Regressions

Regressions are quality problems that appear when comparing consecutive runs of the same workflow. Runsight automatically detects three types of regression by comparing each production run against its predecessor.

What counts as a regression

The EvalService._detect_node_regressions method compares two matching nodes (same node_id and soul_version) across consecutive production runs. It flags three conditions:

Type	Condition	Delta payload
`assertion_regression`	`eval_passed` changed from `True` to `False`	`{eval_passed: false, baseline_eval_passed: true}`
`cost_spike`	Cost increased more than 20% vs previous run	`{cost_pct: <percentage>, baseline_cost: <previous cost>}`
`quality_drop`	`eval_score` dropped by more than 0.1	`{score_delta: <negative number>}`

How eval_score and eval_passed work

These fields live on the RunNode entity and are populated by the EvalObserver when a block with assertions completes:

eval_score (Optional[float]): The weighted average of all assertion scores for that node. A value of 1.0 means every assertion scored perfectly; 0.0 means all failed.
eval_passed (Optional[bool]): True only if every individual assertion passed. A node can have a high score but still fail if one assertion did not pass.
eval_results (Optional[Dict]): Detailed breakdown with per-assertion type, passed, score, and reason.

When a block has no assertions, all three fields are None and the node is excluded from regression detection.

Run-to-run comparison

Regression detection works at the run level via the EvalService:

For a single run (GET /api/runs/{run_id}/regressions):

Find all production runs for the same workflow, ordered by created_at
Identify the previous production run before the target run
Match nodes between the two runs by (node_id, soul_version)
For each matching pair, check the three regression conditions
Return {count: N, issues: [...]} — or {count: 0, issues: []} if this is the first run

For a workflow (GET /api/workflows/{id}/regressions):

Get all production runs for the workflow, ordered by created_at
For each consecutive pair, compare matching nodes
Each issue includes run_id and run_number to identify which run introduced it
Return the aggregate across all run pairs

The first production run of a workflow always has zero regressions since there is no baseline to compare against.

Regression issue structure

Each regression issue in the response contains:

Field	Type	Description
`node_id`	`str`	The block that regressed
`node_name`	`str`	Display name of the node
`type`	`str`	One of `assertion_regression`, `cost_spike`, `quality_drop`
`delta`	`dict`	Type-specific comparison data (see table above)
`run_id`	`str`	(workflow endpoint only) Which run introduced this regression
`run_number`	`int`	(workflow endpoint only) Sequential run number

Pass rate tracking

Run-level pass rate is tracked via eval_pass_pct on the RunResponse schema. This field represents the percentage of eval-bearing nodes that passed in a run. The RunResponse also includes:

Field	Type	Description
`eval_pass_pct`	`Optional[float]`	Percentage of nodes with `eval_passed = True`
`eval_score_avg`	`Optional[float]`	Average `eval_score` across all eval-bearing nodes
`regression_count`	`Optional[int]`	Number of regression issues detected for this run
`regression_types`	`list[str]`	List of regression type strings found (e.g., `["assertion_regression", "cost_spike"]`)
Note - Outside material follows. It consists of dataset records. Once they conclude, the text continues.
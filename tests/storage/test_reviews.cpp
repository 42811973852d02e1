// Flag reviews and day sign-offs (storage/reviews.h): the tables appear only
// when a review is first written, a bad review writes nothing, sign-offs are
// once per day, withdrawn rows stay in the file, and the record schema version
// is not touched.
//
// Outside sources named beside the checks:
//  - SQLite documentation, "The Schema Table" (sqlite_schema, also known as
//    sqlite_master, lists every table) and "PRAGMA user_version";
//  - ISO 8601 calendar dates (2026-02-30 does not exist; 2028-02-29 does, 2028
//    being a leap year in the Gregorian calendar).
#include <gtest/gtest.h>

#include "storage/project.h"
#include "storage/repository.h"
#include "storage/reviews.h"
#include "storage/schema.h"
#include "storage/sqlite.h"
#include "storage_test_util.h"

using namespace cairn::store;
using cairn::store::testing::TempDir;

namespace {

struct Fixture {
  TempDir dir;
  std::string path = dir.file("review.cairn");
  Project p = Project::create(path, NewProject{"Review test", "33N", North::True, 0.0}, cairn::store::testing::quiet());
  std::string person;
  Fixture() {
    Person who;
    who.name = "Ada Quarry";
    who.initials = "AQ";
    person = add(p, who);
  }
  // Whether SQLite's schema table lists a table of this name.
  bool has_table(const char* name) {
    Stmt s(p.db(), "SELECT count(*) FROM sqlite_master WHERE type = 'table' AND name = ?");
    s.bind(1, name);
    s.step();
    return s.int64(0) == 1;
  }
  int64_t rows(const char* table) { return p.db().query_int(std::string("SELECT count(*) FROM ") + table); }
};

FlagReview review(const std::string& person, ReviewStatus st, const std::string& comment) {
  FlagReview r;
  r.rule = "misfit";
  r.station = "S4";
  r.reading = "6f1c2d3e-4a5b-4c6d-8e7f-0a1b2c3d4e5f";
  r.contact = "Kls/Klm";
  r.flag_key = flag_key(r.rule, r.station, r.reading, r.contact);
  r.status = st;
  r.comment = comment;
  r.person = person;
  return r;
}

}  // namespace

TEST(Reviews, TablesAppearWithTheFirstReviewOnly) {
  Fixture f;
  // A file that was never reviewed has no review tables (SQLite's schema table).
  EXPECT_FALSE(f.has_table("flag_reviews"));
  EXPECT_FALSE(f.has_table("day_signoffs"));
  EXPECT_TRUE(list_flag_reviews(f.p).empty());
  EXPECT_TRUE(list_signoffs(f.p).empty());

  FlagReview r = review(f.person, ReviewStatus::Accepted, "cross-bedding in a channel fill");
  const std::string id = add_flag_review(f.p, r);
  EXPECT_TRUE(f.has_table("flag_reviews"));
  EXPECT_TRUE(f.has_table("day_signoffs"));
  // PRAGMA user_version (the record schema) is left as the storage module set it.
  EXPECT_EQ(f.p.db().query_int("PRAGMA user_version"), kSchemaVersion);

  const auto all = list_flag_reviews(f.p);
  ASSERT_EQ(all.size(), 1u);
  EXPECT_EQ(all[0].meta.uuid, id);
  EXPECT_EQ(all[0].flag_key, "misfit|S4|6f1c2d3e-4a5b-4c6d-8e7f-0a1b2c3d4e5f|Kls/Klm");
  EXPECT_EQ(all[0].status, ReviewStatus::Accepted);
  EXPECT_EQ(all[0].comment, "cross-bedding in a channel fill");
  EXPECT_EQ(all[0].person, f.person);
  EXPECT_EQ(all[0].meta.device, f.p.device());
}

TEST(Reviews, ReviewsSurviveClosingAndReopeningTheFile) {
  {
    Fixture f;
    FlagReview r = review(f.person, ReviewStatus::Resolved, "re-measured: 212/34");
    add_flag_review(f.p, r);
    f.p = Project::open(f.path, cairn::store::testing::quiet());
    const auto all = list_flag_reviews(f.p);
    ASSERT_EQ(all.size(), 1u);
    EXPECT_EQ(all[0].status, ReviewStatus::Resolved);
    EXPECT_EQ(all[0].comment, "re-measured: 212/34");
  }
}

TEST(Reviews, AcceptedOrResolvedNeedAComment_NothingWritten) {
  Fixture f;
  for (auto st : {ReviewStatus::Accepted, ReviewStatus::Resolved}) {
    FlagReview r = review(f.person, st, "");
    try {
      add_flag_review(f.p, r);
      FAIL() << "a review without a comment was accepted";
    } catch (const ValidationError& e) {
      EXPECT_EQ(e.field(), "comment");
      EXPECT_NE(std::string(e.what()).find("needs a comment"), std::string::npos) << e.what();
    }
  }
  EXPECT_FALSE(f.has_table("flag_reviews"));  // not even the tables were made

  // An acknowledgement of a caution needs none.
  FlagReview ack = review(f.person, ReviewStatus::Acknowledged, "");
  add_flag_review(f.p, ack);
  EXPECT_EQ(f.rows("flag_reviews"), 1);
}

TEST(Reviews, UnknownPersonIsRefused_NothingWritten) {
  Fixture f;
  FlagReview first = review(f.person, ReviewStatus::Acknowledged, "");
  add_flag_review(f.p, first);
  FlagReview r = review("00000000-0000-4000-8000-000000000000", ReviewStatus::Accepted, "fine");
  EXPECT_THROW(add_flag_review(f.p, r), ValidationError);
  EXPECT_EQ(f.rows("flag_reviews"), 1);
}

TEST(Reviews, NewestReviewOfEachStatusAndWithdrawing) {
  Fixture f;
  FlagReview a = review(f.person, ReviewStatus::Accepted, "first thought");
  add_flag_review(f.p, a);
  FlagReview b = review(f.person, ReviewStatus::Accepted, "second thought");
  const std::string b_id = add_flag_review(f.p, b);
  FlagReview c = review(f.person, ReviewStatus::Acknowledged, "");
  add_flag_review(f.p, c);

  auto v = reviews_of_flag(f.p, a.flag_key);
  ASSERT_EQ(v.size(), 2u);  // one accepted (the newer) and one acknowledged
  EXPECT_EQ(v[0].status, ReviewStatus::Acknowledged);
  EXPECT_EQ(v[1].comment, "second thought");

  EXPECT_TRUE(withdraw_flag_review(f.p, b_id));
  EXPECT_FALSE(withdraw_flag_review(f.p, b_id));  // already withdrawn
  v = reviews_of_flag(f.p, a.flag_key);
  ASSERT_EQ(v.size(), 2u);
  EXPECT_EQ(v[1].comment, "first thought");
  // Withdrawn rows stay in the file.
  EXPECT_EQ(list_flag_reviews(f.p).size(), 2u);
  EXPECT_EQ(list_flag_reviews(f.p, true).size(), 3u);
  EXPECT_EQ(f.rows("flag_reviews"), 3);
}

TEST(Reviews, ADayIsSignedOffOnce) {
  Fixture f;
  DaySignoff d;
  d.day = "2028-02-29";  // a leap day (Gregorian calendar)
  d.person = f.person;
  d.comment = "all flags reviewed";
  const std::string id = sign_off_day(f.p, d);
  auto all = list_signoffs(f.p);
  ASSERT_EQ(all.size(), 1u);
  EXPECT_EQ(all[0].day, "2028-02-29");
  EXPECT_EQ(all[0].person, f.person);

  DaySignoff again;
  again.day = "2028-02-29";
  again.person = f.person;
  try {
    sign_off_day(f.p, again);
    FAIL() << "a day was signed off twice";
  } catch (const ValidationError& e) {
    EXPECT_EQ(e.field(), "day");
  }
  EXPECT_EQ(f.rows("day_signoffs"), 1);

  // Withdrawn, the day can be signed off again.
  EXPECT_TRUE(withdraw_signoff(f.p, id));
  sign_off_day(f.p, again);
  EXPECT_EQ(list_signoffs(f.p).size(), 1u);
  EXPECT_EQ(f.rows("day_signoffs"), 2);
}

TEST(Reviews, SignOffNeedsARealDateAndAPerson) {
  Fixture f;
  for (const char* day : {"2026-02-30", "2026-7-5", "yesterday", "2026-07-05T10:00"}) {
    DaySignoff d;
    d.day = day;
    d.person = f.person;
    EXPECT_THROW(sign_off_day(f.p, d), ValidationError) << day;
  }
  DaySignoff nobody;
  nobody.day = "2026-07-05";
  try {
    sign_off_day(f.p, nobody);
    FAIL() << "a sign-off without a person was accepted";
  } catch (const ValidationError& e) {
    EXPECT_EQ(e.field(), "person");
  }
  EXPECT_FALSE(f.has_table("day_signoffs"));
}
These fields appear in the runs list (GET /api/runs) and single run detail (GET /api/runs/{id}), enabling dashboards to show pass rate trends across runs.

Regressions in the UI

The Run Detail view displays a priority banner when regressions are detected. The banner shows the regression count (e.g., “3 regressions found”) and appears at the top of the run detail page.

The frontend fetches regression data via useRunRegressions(runId) and displays the count. The workflow-level regression query (useWorkflowRegressions(workflowId)) provides cross-run regression history.

The regression response schema on the frontend validates three regression types: assertion_regression, cost_spike, and quality_drop. Unknown types are rejected by the WorkflowRegressionSchema validator.

Attention items

The EvalService.get_attention_items method scans production runs from the last 24 hours and surfaces regressions as attention items on the dashboard. It flags the same three conditions as the regression endpoints, plus a new_baseline info item for the first production run of a soul version. Items are sorted by severity (warnings before info) and recency.